> ACTIVITY
Your task is to copy the stretch of lines in the records below that begins with the line containing "returns = market(12, 12, 60, 0.05)" and ends with the line containing "alone = UnitBySecurity()", exactly as written, with nothing added.

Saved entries
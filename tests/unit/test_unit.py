"""The unit of returns: what is misread is stopped or flagged, what is sound never is."""

from __future__ import annotations

import re
from typing import Any

import numpy as np
import pytest
from hypothesis import given, settings
from hypothesis import strategies as st

from lineproof.intake.chunk import Chunk
from lineproof.intake.scale import ScaleEvidence
from lineproof.intake.unit import judge_scale, judge_stretches, judge_unit, scale_findings
from lineproof.intake.unit_by_security import UnitBySecurity
from lineproof.problems import KnownProblem

MONTH = 2000 * 12
# Standard deviations of one security's returns, from the quietest to the wildest markets.
MONTHLY, DAILY = (0.01, 0.3), (0.0025, 0.08)
HEAD = "The raw data cannot be used; nothing was written.\n  returns.csv"


def reading(unit: str = "decimal") -> dict[str, Any]:
    return {"label": "returns.csv", "unit": unit, "columns": {"return": "ret"}}


def market(
    seed: int, n_securities: int, n_months: int, scale: float, df: float = 4.0
) -> np.ndarray:
    """Decimal returns (n_months, n_securities) with heavy tails, quiet and wild securities, and a crisis."""
    random = np.random.default_rng(seed)
    shape = (n_months, n_securities)
    tailed = random.standard_t(df, shape) * np.sqrt((df - 2) / df)
    own = np.exp(0.4 * random.standard_normal(n_securities).clip(-2, 2))
    usual = np.exp(0.3 * random.standard_normal((n_months, 1)).clip(-2, 2))
    usual[n_months // 2] *= 3  # a crisis
    returns = np.maximum(scale * own * usual * tailed, -1.0)
    returns[random.random(shape) < 0.1] = 0.0
    returns[random.random(shape) < 0.05] = np.nan
    return returns


def seen(returns: np.ndarray) -> ScaleEvidence:
    evidence = ScaleEvidence()
    month = MONTH + np.repeat(np.arange(len(returns)), returns.shape[1])
    evidence.add(month, returns.ravel())
    return evidence


def refused(judge: Any, *arguments: Any) -> str:
    with pytest.raises(KnownProblem) as caught:
        judge(*arguments)
    return str(caught.value)


def chunk(returns: np.ndarray) -> Chunk:
    """All months of each security in turn, from returns (n_months, n_securities)."""
    n_months, n = returns.shape
    return Chunk(
        names=np.array([f"S{i:03d}" for i in range(n)], object),
        start=np.arange(n + 1) * n_months,
        period=np.tile(MONTH + np.arange(n_months), n),
        day=np.zeros(n * n_months, "datetime64[D]"),
        values={"return_": returns.T.ravel()},
        texts={},
        code=np.full(n * n_months, -1, np.int8),
    )


@pytest.mark.parametrize(("frequency", "span"), [("monthly", MONTHLY), ("daily", DAILY)])
@pytest.mark.parametrize("unit", ["decimal", "percent"])
@settings(max_examples=80, deadline=None)
@given(
    seed=st.integers(0, 2**32 - 1),
    n_securities=st.integers(1, 40),
    n_months=st.integers(1, 60),
    wild=st.floats(0, 1),
    df=st.floats(2.5, 30),
)
def test_sound_markets_pass(
    frequency: str,
    span: tuple[float, float],
    unit: str,
    seed: int,
    n_securities: int,
    n_months: int,
    wild: float,
    df: float,
) -> None:
    """Of few rows and many, with tails heavy and light; and no month or security of them is flagged."""
    scale = span[0] ** (1 - wild) * span[1] ** wild
    returns = market(seed, n_securities, n_months, scale, df)
    assert judge_scale(seen(returns), reading(unit), frequency, 0.1).n == 0
    observer = UnitBySecurity()
    observer.see(chunk(returns))
    assert observer.judge("returns.csv", 0.1).n == 0


@pytest.mark.parametrize(
    ("frequency", "span"), [("monthly", (0.02, 0.3)), ("daily", (0.005, 0.08))]
)
@settings(max_examples=60, deadline=None)
@given(seed=st.integers(0, 2**32 - 1), wild=st.floats(0, 1))
def test_percent_read_as_decimal_stops(
    frequency: str, span: tuple[float, float], seed: int, wild: float
) -> None:
    scale = span[0] ** (1 - wild) * span[1] ** wild
    returns = 100 * market(seed, 30, 24, scale)
    message = refused(judge_unit, seen(returns), reading("decimal"), frequency)
    assert message.endswith("→ set unit: percent")


@pytest.mark.parametrize(
    ("frequency", "span"), [("monthly", (0.01, 0.07)), ("daily", (0.0025, 0.015))]
)
@settings(max_examples=60, deadline=None)
@given(seed=st.integers(0, 2**32 - 1), wild=st.floats(0, 1))
def test_decimal_read_as_percent_stops(
    frequency: str, span: tuple[float, float], seed: int, wild: float
) -> None:
    """In markets of usual risk; those of the wildest look like quiet ones then, and pass."""
    scale = span[0] ** (1 - wild) * span[1] ** wild
    returns = market(seed, 30, 24, scale) / 100
    message = refused(judge_unit, seen(returns), reading("percent"), frequency)
    assert message.endswith("→ set unit: decimal")


@pytest.mark.fault(17)
def test_the_message_gives_the_quantiles() -> None:
    returns = np.tile([0.03, -0.05, 0.2, -0.004], 10).reshape(1, -1) * 100
    assert refused(judge_unit, seen(returns), reading()) == (
        f"{HEAD}, column ret: read as decimal, half of all returns exceed 400 % in size and one in twenty exceeds "
        "2e+03 %\n    → set unit: percent"
    )


def test_a_quiet_market_in_percent_is_told_by_its_impossible_losses() -> None:
    """Half of the returns are below 50 % in size, as they might be in decimals."""
    returns = 100 * np.random.default_rng(1).normal(0, 0.006, (24, 50))
    message = refused(judge_unit, seen(returns), reading())
    assert re.search(r"exceed 4\d(\.\d)? % in size .*; \d+ of 1,200 lie below −100 %", message)
    assert message.endswith("→ set unit: percent")


def test_codes_for_missing_that_nobody_declared_are_no_unit() -> None:
    returns = market(2, 50, 24, 0.05)
    returns[::4, ::4] = -99.0
    judge_unit(seen(returns), reading())


@pytest.mark.fault(39)
@pytest.mark.parametrize("unit", ["decimal", "percent"])
@pytest.mark.parametrize("frequency", ["monthly", "daily"])
@pytest.mark.parametrize("typical", [20.0, 1.0])
def test_prices_and_gross_returns(unit: str, frequency: str, typical: float) -> None:
    """Prices of about 20, and 1 + return; one of them in per cent would be 1 % and is not told."""
    returns = typical * np.exp(np.random.default_rng(3).normal(0, 0.1, (24, 30)))
    returns = returns if unit == "decimal" or typical < 2 else returns / 100
    message = refused(judge_unit, seen(returns), reading(unit), frequency)
    assert message.endswith(
        "→ hardly any is negative: does the column hold prices, or 1 + return? "
        "For prices, name their column under price: and set return: {from: price}"
    )


def test_thirty_returns_are_the_fewest_to_judge() -> None:
    returns = np.full((1, 29), 5.0) * np.tile([1, -1, 1], 10)[:29]
    judge_unit(seen(returns), reading())
    with pytest.raises(KnownProblem):
        judge_unit(seen(np.append(returns, [[5.0]], axis=1)), reading())


# Fault 18: stretches of time.


@pytest.mark.fault(18)
@pytest.mark.parametrize(
    ("factor", "kind", "said"),
    [
        (100, "in months some 100 times larger", r"\d+ times"),
        (0.01, "in months some 100 times smaller", r"1/\d+ of"),
    ],
)
def test_a_stretch_in_another_unit_is_flagged(factor: float, kind: str, said: str) -> None:
    returns = market(4, 30, 60, 0.05)
    returns[10:14] *= factor
    n = int((np.isfinite(returns[10:14]) & (returns[10:14] != 0)).sum())
    flag = judge_stretches(seen(returns), "returns.csv", 0.1)
    assert (flag.number, flag.n) == (18, n)
    assert {k: v for k, v in flag.kinds.items() if v} == {kind: n}
    found = re.fullmatch(
        rf"2000-11 to 2001-02, ({said}) ?(?:of )?the size of the months around", flag.examples[0]
    )
    assert found, flag.examples
    ratio = float(re.search(r"(\d+)( times| of)", flag.examples[0])[1])
    assert 60 < ratio < 160  # four months of 30 returns each, whose usual size varies by a third


def test_a_flag_may_be_at_either_end_and_of_one_month() -> None:
    returns = market(5, 30, 60, 0.05)
    returns[0] *= 100
    returns[-2:] *= 100
    flag = judge_stretches(seen(returns), "returns.csv", 0.1)
    assert [each.split(",")[0] for each in flag.examples] == ["2000-01", "2004-11 to 2004-12"]


def test_too_long_a_stretch_stops() -> None:
    returns = market(6, 30, 60, 0.05)
    returns[20:30] *= 100
    message = refused(judge_stretches, seen(returns), "returns.csv", 0.1)
    assert re.fullmatch(
        re.escape(HEAD)
        + r": 10 of 60 months seem to be in another unit: 2001-09 to 2002-06, \d+ times the size of "
        r"the months around\n    → bring the months to one unit, or raise other_unit_stop_above: under intake",
        message,
    )
    assert judge_stretches(seen(returns), "returns.csv", 0.2).n > 0


def test_a_mixture_is_not_taken_for_the_wrong_unit() -> None:
    returns = market(7, 30, 60, 0.05)
    returns[20:] *= 100
    message = refused(judge_scale, seen(returns), reading(), "monthly", 0.1)
    assert "20 of 60 months seem to be in another unit: 2000-01 to 2001-08, 1/" in message


def test_months_with_few_returns_are_not_judged() -> None:
    returns = market(8, 30, 60, 0.05)
    returns[10] = np.nan
    returns[10, :9] = 50.0
    assert judge_stretches(seen(returns), "returns.csv", 0.1).n == 0
    assert judge_stretches(seen(returns[:11]), "returns.csv", 0.0).n == 0


def test_findings_in_words() -> None:
    returns = market(9, 30, 60, 0.05)
    evidence = seen(returns)
    unit, stretches = scale_findings(evidence, reading(), judge_stretches(evidence, "f", 0.1))
    assert re.fullmatch(r"read as decimal, half of all returns exceed [\d.]+ % .*", unit["found"])
    assert unit["verdict"] == "decimal, as declared"
    assert stretches["verdict"] == "one unit throughout"
    returns[10] *= 100
    evidence = seen(returns)
    _, stretches = scale_findings(evidence, reading(), judge_stretches(evidence, "f", 0.1))
    assert stretches["verdict"] == "to be looked at"
    assert stretches["found"].startswith("2000-11, ")


# Fault 18: securities.


@pytest.mark.fault(18)
def test_a_security_in_another_unit_is_flagged_whatever_the_cut() -> None:
    returns = market(10, 30, 60, 0.05)
    returns[:, 3] *= 100
    returns[:, 20] /= 100
    whole, parts = UnitBySecurity(), UnitBySecurity()
    whole.see(chunk(returns))
    for first in range(0, 30, 7):
        part = chunk(returns[:, first : first + 7])
        names = np.array([f"S{i:03d}" for i in range(first, first + len(part.names))], object)
        parts.see(Chunk(**{**vars(part), "names": names}))
    flag = whole.judge("returns.csv", 0.1)
    assert flag == parts.judge("returns.csv", 0.1)
    assert whole.result() == parts.result()
    assert [each.split(",")[0] for each in flag.examples] == ["S003", "S020"]
    assert re.fullmatch(r"S003, \d+ times the size of the others", flag.examples[0])
    n = (np.isfinite(returns) & (returns != 0)).sum(axis=0)
    assert flag.kinds == {
        "of securities some 100 times larger": n[3],
        "of securities some 100 times smaller": n[20],
    }
    assert flag.n == n[3] + n[20]


def test_too_many_securities_stop() -> None:
    returns = market(11, 30, 60, 0.05)
    returns[:, :4] *= 100
    observer = UnitBySecurity()
    observer.see(chunk(returns))
    message = refused(observer.judge, "returns.csv", 0.1)
    assert message.startswith(f"{HEAD}: 4 of 30 securities seem to be in another unit: S000, ")
    assert message.endswith(
        "; and 1 more\n    → bring the securities to one unit, or raise other_unit_stop_above: under intake"
    )


def test_no_security_is_judged_on_few_returns_or_alone() -> None:
    returns = market(12, 12, 60, 0.05)
    returns[:, 0] *= 100
    returns[11:, 0] = np.nan
    observer = UnitBySecurity()
    observer.see(chunk(returns))
    assert observer.judge("returns.csv", 0.0).n == 0
    alone = UnitBySecurity()
    assert alone.result() == {"n_judged": 0, "quantiles": []}
    alone.see(chunk(returns[:, :3]))
    assert alone.judge("returns.csv", 0.0).n == 0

> RESULT OF THIS TASK
    returns = market(12, 12, 60, 0.05)
    returns[:, 0] *= 100
    returns[11:, 0] = np.nan
    observer = UnitBySecurity()
    observer.see(chunk(returns))
    assert observer.judge("returns.csv", 0.0).n == 0
    alone = UnitBySecurity()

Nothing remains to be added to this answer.